Finding a Pain Point

Then I found an opening in the market, a pain point that I was experiencing (or at least that I convinced myself I was experiencing). I had been trying to keep track of my weightlifting workouts with my phone, but I just couldn’t stick with it. Every app I tried was either too hard to get to work or just wasn’t worth it to spend the time on. Usually there was a function missing that I wanted and I would always just end up going back to pencil and paper. Pencil and paper had its merits (it was easy to use), but it wasn’t easy to go back and see what weight I used on an exercise I hadn’t done in six months, or to easily estimate my 1 rep max and track it over time. There were some pretty decent apps for the iPhone, but I really wanted to use my Android phone for my workouts. Therefore I felt that I had a target market, and while I knew that it would be small, I figured it was reason enough to get started in the business.

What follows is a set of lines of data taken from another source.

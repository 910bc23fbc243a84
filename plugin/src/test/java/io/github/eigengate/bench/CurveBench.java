package io.github.eigengate.bench;

import io.github.eigengate.arith.WeierstrassModel;
import io.github.eigengate.theory.Arith;
import io.github.eigengate.theory.curves.Traces;
import java.util.Arrays;

/**
 * The curve benchmark of docs/benchmarks.md (not a test): a_p(E) for every prime p ≤ 10^6 of the conductor-5077
 * curve [0,0,1,-7,6], best of several rounds after warm-up. Run by {@code bench/curves.sh}, which times PARI/GP's
 * {@code ellan(E, 10^6)} in the same run.
 */
public final class CurveBench {

    private CurveBench() {
    }

    public static void main(String[] args) {
        int bound = args.length > 0 ? Integer.parseInt(args[0]) : 1_000_000;
        int rounds = args.length > 1 ? Integer.parseInt(args[1]) : 5;
        WeierstrassModel e = WeierstrassModel.of(0, 0, 1, -7, 6);
        int[] primes = primes(bound);
        long checksum = Arrays.stream(Traces.of(e, primes)).sum(); // warm-up
        long best = Long.MAX_VALUE;
        for (int r = 0; r < rounds; r++) {
            long t0 = System.nanoTime();
            long[] ap = Traces.of(e, primes);
            best = Math.min(best, System.nanoTime() - t0);
            checksum = Arrays.stream(ap).sum();
        }
        System.out.printf("eigengate a_p, p <= %d (%d primes): %d ms (sum of a_p = %d)%n", bound, primes.length,
                best / 1_000_000, checksum);
    }

    private static int[] primes(int bound) {
        int[] spf = Arith.smallestPrimeFactors(bound);
        return java.util.stream.IntStream.rangeClosed(2, bound).filter(n -> spf[n] == n).toArray();
    }
}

The Struggle To Get Started

I spent months of nights and weekends (I’m not even sure how long) learning Android (without first learning Java, big mistake) and eventually I set up an LLC and launched my baby on the app store. Looking back it was a real peice of crap, with some obvious bugs, and I didn’t know what the hell I was doing. I had focussed quite a bit on the code to make the app functional but I taken very little time to understand testing or how the app might work on different devices or how I might get people to notice me on the store. All-in-all it was an incredible learning experience, but not one that made me feel very proud about the product that I had put out.

I spent alot of time focusing on getting as much free marketing as I could on social media and experimented a little bit with advertising, but overall I would not deem the project a success (primarily because I never got very many downloads and certainly never made much money). I continued to learn more about the programing environment, ironed out some bugs and drastically improved the user interface all the while rolling out incremental improvements to the application. I spun off a variant of the app for a niche that I thought would be easier to target keywords for. I was right and the app took off considerably faster than the first (though it still never did make much money). I needed something fresh, so I built a third app, which was much more streamlined and well-designed than the first. But, I rushed through the keyword research, Icon and other elements of the graphic design. I wasn’t particularly proud of any of that either, but I launched the app anyway. Then I added more social media elements (more plates to spin) and built a more professional looking website. All of this amounted to me making bupkis in the money department. So much for quitting my day job and buying a private island.

Seeking Knowledge

After all of this time struggling on my own I started reading books (some of them optimistic, some not so much) about how to actually succeed in the app game, and I thought to myself “you all picked a fine time to tell me.” But that wasn’t fair to the authors, I had picked a fine time to start learning what was important. I could have benefited from a mentor, because in the beginning I was my own worst enemy.